Each line below from the one containing "well as colour." through the one containing "for text, flag" is to be given again exactly, and no line outside that span.

*** Opening EXERCISE DATA ***

def random_sampling_html(snapshot: RunSnapshot) -> str:
    """Notes of every randomly sampled stream's current point (monitor.random_sampling's
    wording: weighting, data rate per T_int, dead-time check, no spectrum); a warning is
    flagged with "!" as well as colour. Empty when no stream is randomly sampled."""
    from eddyvigil.monitor.random_sampling import random_sampling_notes

    out = []
    for name, v in snapshot.streams.items():
        if not v.random_sampling:
            continue
        for text, flag in random_sampling_notes(v.random_sampling):
            words = f"{html.escape(name)}: {html.escape(text)}"
            if flag:
                out.append(f'<div style="{_FLAG}">! {words}</div>')
            else:
                out.append(f'<div style="font-size:12px;padding:2px 6px">{words}</div>')
    return "".join(out)


def _nominal_rate(v: StreamView) -> str:
    """The rate the publisher states; random sampling says so; en dash before any sample."""
    if v.rate_hz:
        return format_rate(v.rate_hz)
    if v.stats is not None and v.stats.samples > 0:
        return "random sampling"
    return "–"


#: A peer going away after every stream sent ``end`` is the normal ending, not trouble.
_AFTER_END = ("closed", "disconnect")
#: Words that make a transport event a problem rather than news (e.g. "connected").
_TROUBLE = ("closed", "disconnect", "drop", "lost", "fail", "error", "refused", "limit")

_FLAG = (f"background:{OKABE_ITO['vermillion']};color:#FFFFFF;font-weight:700;padding:2px 6px;"
         "margin-top:2px")


def _cell(text: str, flag: bool = False) -> str:
    if flag:
        return f'<td style="{_FLAG}">! {text}</td>'
    return f'<td style="padding:2px 8px">{text}</td>'


# ---------------------------------------------------------------------------- status board


def status_columns(snapshot: RunSnapshot) -> dict[str, list]:
    """The status board: one row per targeted statistic of every stream's current point, or,
    between points and after ``end``, of its last finished point (point "P3 (finished)")."""
    cols: dict[str, list] = {k: [] for k in (
        "stream", "point", "name", "value", "unresolved", "target", "state", "eta", "colour")}
    for name, v in snapshot.streams.items():
        stats, point, tag = v.stats, v.point, ""
        if stats is None and v.last_point is not None:
            (point, stats), tag = v.last_point, " (finished)"
        if stats is None:
            continue
        pid = str((point or {}).get("id", "–")) + tag
        derived = derived_terms(v) if not tag else {}
        for e in stats.targeted():
            cols["stream"].append(name)
            cols["point"].append(pid)
            cols["name"].append(e.name)
            cols["value"].append(value_text(e))
            cols["unresolved"].append(unresolved_text(e))
            cols["target"].append(f"± {format_value(e.target, 2)}"
                                  + (f" ({derived[e.name]})" if e.name in derived else ""))
            state = display_state(e)
            cols["state"].append(state_words(state))
            cols["eta"].append("done" if e.converged else _eta(e.eta_s))
            cols["colour"].append(STATE_COLOURS.get(state, GREY))
        _spectral_status_rows(cols, name, pid, v)
    return cols
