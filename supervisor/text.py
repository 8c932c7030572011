"""Text that is safe to show: no terminal control sequences, no endless echoes.

User text (a plan's title, a diver's name, a value that was rejected) reaches the
terminal in findings, errors and verification reports.  Two helpers keep it
harmless there:

* :func:`printable` replaces control characters (C0, DEL, C1, and the escape that
  starts ANSI/OSC sequences) by visible escapes, so a title cannot recolour the
  terminal, set its window title or hide text;
* :func:`excerpt` quotes at most a short prefix of a value, so an error about a
  200 KB field stays one readable line.

Both are pure functions of their input; the report package has its own escaping
for PDF markup.
"""

from __future__ import annotations

import re

#: Longest excerpt of a rejected value quoted in a message [characters].
EXCERPT_CHARS = 60

_NAMED = {"\t": "\\t", "\n": "\\n", "\r": "\\r", "\x1b": "\\e"}

#: Every character :func:`_is_control` accepts, as one class (a fast scan of long text).
CONTROL_RE = re.compile("[\x00-\x1f\x7f-\x9f\u202a-\u202e\u2066-\u2069]")
#: The same, without the line feed (for text whose line breaks are wanted).
CONTROL_NOT_LF_RE = re.compile("[\x00-\x09\x0b-\x1f\x7f-\x9f\u202a-\u202e\u2066-\u2069]")


def _is_control(ch: str) -> bool:
    """Whether ``ch`` is a control character a terminal may act on."""
    code = ord(ch)
    if code < 0x20 or code == 0x7F or 0x80 <= code <= 0x9F:
        return True
    # bidirectional overrides and isolates can reorder what a reader sees
    return 0x202A <= code <= 0x202E or 0x2066 <= code <= 0x2069


def printable(text: object, *, keep_newlines: bool = False) -> str:
    """Return ``text`` with every control character replaced by a visible escape.

    Parameters
    ----------
    text : object
        Any value; it is converted with ``str``.
    keep_newlines : bool
        Keep ``"\\n"`` as a line break (for multi-line blocks printed on purpose).

    Returns
    -------
    str
        The text, with ESC shown as ``\\e``, tab/CR/LF as ``\\t``/``\\r``/``\\n``
        and any other control character as ``\\xNN`` or ``\\uNNNN``.
    """
    s = str(text)
    if CONTROL_RE.search(s) is None:
        return s
    out = []
    for c in s:
        if c == "\n" and keep_newlines:
            out.append(c)
        elif _is_control(c):
            code = ord(c)
            out.append(_NAMED.get(c) or (f"\\x{code:02x}" if code < 0x100 else f"\\u{code:04x}"))
        else:
            out.append(c)
    return "".join(out)


def excerpt(value: object, limit: int = EXCERPT_CHARS) -> str:
    """Return a short, printable, quoted excerpt of ``value`` for a message.

    Parameters
    ----------
    value : object
        The rejected value.
    limit : int
        Longest prefix kept [characters].

    Returns
    -------
    str
        ``repr``-style quoted text, cut after ``limit`` characters with the total
        length stated, e.g. ``'aaaa…' (200000 characters)``.
    """
    s = value if isinstance(value, str) else repr(value)
    if len(s) <= limit:
        return repr(s) if isinstance(value, str) else printable(s)
    head = printable(s[:limit])
    return f"'{head}…' ({len(s)} characters)"
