def supply_figures(plan: Plan, dive: Dive, profile: Profile) -> Supply:
    """Gas-supply figures of one dive (see :class:`Supply`).

    The diver's need is the planned profile in the water at :data:`RMV_LPM`; the
    standby diver, when assigned, is counted as a second diver on the same profile
    (an interpretation of 46 CFR 197.340, common practice, no source).  The
    secondary must recover the same people from the end of the bottom time, the
    case with the largest decompression (46 CFR 197.340; Navy ch. 8).  Banks and
    cylinders count their gas above the minimum manifold pressure (Navy ch. 8).
    """
    from supervisor import supply as sp

    notes: list[str] = []
    depth_fsw = plan.to_fsw(dive.max_depth)
    people = 2 if _standby_named(plan, dive) else 1
    bottom = dive.gas_mix
    gs = plan.gas_supply
    if parse_gas(gs.primary.gas) != bottom:
        notes.append(
            f"the primary supply holds {parse_gas(gs.primary.gas).name}, the dive breathes "
            f"{bottom.name}: the need is counted against it all the same"
        )
    need = sp.profile_gas_need(profile, RMV_LPM, places=("water",))
    diver_need = float(need.by_gas.get(bottom.name, 0.0))
    for g, v in need.by_gas.items():
        if g not in (bottom.name, "oxygen") and v > 0:
            notes.append(f"{v:.0f} L of {g} at the stops has no source in the plan's gas supply")
    k = max((i for i, s in enumerate(profile.segments) if s.label == "bottom"), default=0) + 1
    after = [s for s in profile.segments[k:] if s.place == "water"]
    recovery = 0.0
    if after:
        rest = Profile(after, profile.unit, profile.p_surface_bar, profile.water)
        recovery = float(sp.profile_gas_need(rest, RMV_LPM, places=("water",)).by_gas.get(
            bottom.name, 0.0))
    peak = people * float(
        sp.consumption_at_depth(RMV_LPM, dive.max_depth, plan.unit, plan.p_surface_bar)
    )
    ob = mmp = None
    mmp_error = None
    if dive.mode == "scuba":
        mmp_error = "scuba: no manifold; the cylinder regulator's own minimum applies"
    else:
        try:
            ob = sp.navy_over_bottom_pressure(depth_fsw, "demand-helmet")
            mmp = float(sp.minimum_manifold_pressure(depth_fsw, ob))
        except COMPUTE_ERRORS as exc:
            mmp_error = _err(exc)
    mmp_bar = (mmp or 0.0) * C.BAR_PER_PSI
    p_kind, p_avail, p_flow = _source_figures(gs.primary, mmp_bar)
    s_kind, s_avail, s_flow = _source_figures(gs.secondary, mmp_bar)
    egs = bail_psig = egs_error = None
    bail = next((b for b in gs.bailout if b.diver == dive.diver), None)
    if bail is not None:
        water = dive.water_stops
        try:
            egs = sp.emergency_gas_requirement(
                depth_fsw,
                EGS_BOTTOM_MIN,
                bail.water_volume_l / L_PER_FT3,
                ascent_rate_fsw_min=plan.to_fsw(plan.ascent_rate(dive)),
                first_stop_fsw=plan.to_fsw(water[0].depth) if water else 0.0,
            )
            bail_psig = bail.pressure_bar / C.BAR_PER_PSI
        except COMPUTE_ERRORS as exc:
            egs_error = _err(exc)
    o2_need = o2_avail = None
    all_need = sp.profile_gas_need(profile, RMV_LPM, places=("water", "chamber"))
    if all_need.by_gas.get("oxygen", 0.0) > 0:
        o2_need = float(all_need.by_gas["oxygen"])
        cyl = gs.oxygen_decompression
        if cyl is not None and parse_gas(cyl.gas).fo2 >= 0.99:
            o2_avail = float(sp.free_gas_volume(cyl.pressure_bar, cyl.water_volume_l, gas=cyl.gas))
        else:
            o2_avail = 0.0
    chamber_required = dive.declared_outside_ndl or bool(dive.chamber_stops) or depth_fsw > 100
    return Supply(
        rmv_lpm=RMV_LPM,
        people=people,
        diver_need_l=diver_need,
        need_l=people * diver_need,
        recovery_need_l=people * recovery,
        peak_flow_lpm=peak,
        primary_kind=gs.primary.kind,
        primary_available_l=p_avail,
        primary_delivery_lpm=p_flow,
        secondary_kind=s_kind,
        secondary_available_l=s_avail,
        secondary_delivery_lpm=s_flow,
        over_bottom_psig=ob,
        mmp_psig=mmp,
        mmp_error=mmp_error,
        egs=egs,
        bailout_psig=bail_psig,
        egs_error=egs_error,
        oxygen_need_l=o2_need,
        oxygen_available_l=o2_avail,
        chamber_required=chamber_required,
        notes=notes,
    )


# --------------------------------------------------------------------------- one dive


def _variant(dive: Dive, **update: Any) -> Dive:
    return dive.model_copy(update=update)


def _covered(plan: Plan, a: DiveAnalysis) -> Callable[[float], bool]:
    """Whether the proposed stops cover a bottom time (anchor from the model's schedule)."""
    req = a.request

    def covered(bt: float) -> bool:
        d2 = _variant(a.dive, bottom_time_min=bt)
        try:
            prof = planned_profile(plan, d2)
            res = plan_schedule(replace(req, bottom_time_min=bt)) if req is not None else None
            ev = _evaluate(plan, prof, a.p_n2_0, a.p_he_0, _anchor(res))
        except COMPUTE_ERRORS:
            return False
        if not a.dive.stops and (res is None or res.stops):
            return False  # no stops proposed: covered only within the model's no-stop limit
        return not ev.ceiling_broken

    return covered


def _schedule_or_error(req: ScheduleRequest) -> tuple[ScheduleResult | None, str | None]:
    try:
        return plan_schedule(req), None
    except COMPUTE_ERRORS as exc:
        return None, _err(exc)


def _contingencies(plan: Plan, a: DiveAnalysis) -> dict[str, Contingency | None]:
    """Overrun, deeper and oxygen-failure schedules (module docstring)."""
    dive, req, ref, table = a.dive, a.request, a.reference, a.table
    out: dict[str, Contingency | None] = dict.fromkeys(("overrun", "deeper", "oxygen_failure"))
    if req is None:
        return out
    unit = plan.unit
    dec = table if table is not None and table.kind == "decompression" else None
    t_unit = dec.model.conventions.depth_unit if dec is not None else unit
    at_row = dec is not None and ref is not None and ref.depth is not None

    bt2 = None
    if at_row and ref.bottom_time is not None:
        longer = sorted(
            r.bottom_time for r in dec.rows
            if r.depth == ref.depth and r.bottom_time > ref.bottom_time + 1e-9
        )
        if longer:
            bt2 = float(longer[0])
            basis_t = (f"next longer bottom time of {dec.name} at {ref.depth:g} {t_unit}: "
                       f"{bt2:g} min")
    if bt2 is None:
        bt2 = float(dive.bottom_time_min + OVERRUN_INCREMENT_MIN)
        basis_t = (f"planned bottom time + {OVERRUN_INCREMENT_MIN:g} min (common practice, "
                   "no source)")

    d2 = None
    if at_row:
        deeper = sorted({r.depth for r in dec.rows if r.depth > ref.depth + 1e-9})
        if deeper:
            d2 = from_table_depth(plan, float(deeper[0]), t_unit)
            basis_d = f"next deeper depth of {dec.name}: {deeper[0]:g} {t_unit}"
            if plan.p_surface_bar < C.P_ATM_BAR:
                basis_d += f" sea-level equivalent, {d2:.1f} {unit} at the site"
    if d2 is None:
        step = _step(plan)
        d2 = float(dive.max_depth + step)
        basis_d = f"planned depth + one stop step ({step:g} {unit}, the policy's stop step)"

    cases: list[tuple[str, ScheduleRequest, float, float, str, Dive]] = [
        ("overrun", replace(req, bottom_time_min=bt2), dive.max_depth, bt2, basis_t,
         _variant(dive, bottom_time_min=bt2)),
        ("deeper", replace(req, depth=d2), d2, dive.bottom_time_min, basis_d,
         _variant(dive, max_depth=d2)),
    ]
    uses_o2 = req.surface_decompression is not None or any(
        parse_gas(g).fo2 > 0.5 for g, _ in req.deco_gases
    )
    if uses_o2:
        cases.append((
            "oxygen_failure",
            replace(req, deco_gases=(), surface_decompression=None, o2_air_break=None),
            dive.max_depth,
            dive.bottom_time_min,
            f"the same dive decompressed in the water on {dive.gas_mix.name} (oxygen lost)",
            _variant(dive, decompression="in-water"),
        ))
    for kind, r2, depth, bt, basis, d_var in cases:
        res, error = _schedule_or_error(r2)
        look = None
        if table is not None:
            try:
                look = _lookup(plan, table, d_var, depth, bt)
            except COMPUTE_ERRORS as exc:
                error = error or _err(exc)
        out[kind] = Contingency(kind, depth, bt, basis, res, look, error)
    return out
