def verdict_block(record: Mapping[str, Any], width: float) -> list[Flowable]:
    """The verdict with the count of findings by severity."""
    findings = [f for f in record.get("findings") or [] if isinstance(f, Mapping)]
    counts = count_findings(findings)
    verdict, changed = effective_verdict(record.get("verdict"), counts)
    lines: list[Flowable] = [
        rich([("Verdict: ", False), (VERDICT_LABEL[verdict], True)], VERDICT),
        para(f"{counts['fail']} fail, {counts['warn']} warn, {counts['info']} info, "
             f"{counts['pass']} pass", BODY),
    ]
    stated = _m(record.get("counts"))
    if changed or any(stated.get(k) not in (None, v) for k, v in counts.items()):
        lines.append(para(
            f"Stated by the check: verdict {_text(record.get('verdict'))}, counts "
            + ", ".join(f"{k} {fmt_scalar(stated.get(k))}" for k in counts)
            + ". The verdict and counts above are recomputed from the findings listed; "
            "the worse of the two is shown.", SMALL))
    lines.append(para("The tool supports the supervisor's decision; it does not make it. "
                      "See the cautions before the signature blocks.", SMALL))
    panel = Table([[lines]], colWidths=[width])
    panel.setStyle([("FONTNAME", (0, 0), (-1, -1), REGULAR),
                    ("BOX", (0, 0), (-1, -1), 0.8, RULE),
                    ("BACKGROUND", (0, 0), (-1, -1), PANEL_FILL),
                    ("LEFTPADDING", (0, 0), (-1, -1), 6),
                    ("TOPPADDING", (0, 0), (-1, -1), 5),
                    ("BOTTOMPADDING", (0, 0), (-1, -1), 6)])
    return [Spacer(1, 6), panel]


def findings_table(record: Mapping[str, Any], width: float) -> list[Flowable]:
    """All findings, worst first, each with its citation and source status."""
    out: list[Flowable] = [para("Findings, worst first", H2)]
    raw = record.get("findings")
    if not isinstance(raw, list):
        return out + [_not_computed("Findings")]
    findings = sorted((f for f in raw if isinstance(f, Mapping)),
                      key=lambda f: severity_rank(f.get("severity")))
    if not findings:
        return out + [para("The check reported no findings. That is not a pass: "
                           "the supervisor reviews the plan in full.", BODY)]
    rows: list[list[object]] = [[para(h, CELL_BOLD) for h in
                                 ("Result", "Rule / dive", "Finding", "Measured / limit",
                                  "Citation (source status)")]]
    if any(f.get("severity") == "pass" for f in findings):
        out.append(para("Passed checks are listed last in smaller type, as measured / limit.",
                        SMALL))
    for f in findings:
        unit = f.get("unit") if isinstance(f.get("unit"), str) else None
        measured = _given(f.get("measured"), unit)
        limit = _given(f.get("limit"), unit)
        dive = f.get("dive")
        status = f"({_stated(f.get('source_status'))})"
        if f.get("severity") == "pass":
            # passed checks print compactly, one paragraph per cell
            where = f" (dive {dive})" if dive is not None else ""
            rows.append([
                para(severity_label("pass"), SMALL),
                para(f"{_text(f.get('rule'))}{where}", SMALL),
                para(_text(f.get("message")), SMALL),
                para("—" if measured == limit == "—" else f"{measured} / {limit}", SMALL),
                para(f"{_text(f.get('citation'))} {status}", SMALL),
            ])
            continue
        rule_cell = [para(_text(f.get("rule")), CELL)]
        if dive is not None:
            rule_cell.append(para(f"dive {dive}", CELL))
        rows.append([
            para(severity_label(f.get("severity")), CELL_BOLD),
            rule_cell,
            para(_text(f.get("message")), CELL),
            [para(f"measured: {measured}", CELL), para(f"limit: {limit}", CELL)],
            [para(_text(f.get("citation")), CELL), para(status, CELL)],
        ])
    w = width
    out.append(grid(rows, [0.08 * w, 0.17 * w, 0.36 * w, 0.16 * w, 0.23 * w]))
    return out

*** Closing EXERCISE DATA ***

**REPLY TO THE TASK**
    flagged with "!" as well as colour. Empty when no stream is randomly sampled."""
    from eddyvigil.monitor.random_sampling import random_sampling_notes

    out = []
    for name, v in snapshot.streams.items():
        if not v.random_sampling:
            continue
        for text, flag in random_sampling_notes(v.random_sampling):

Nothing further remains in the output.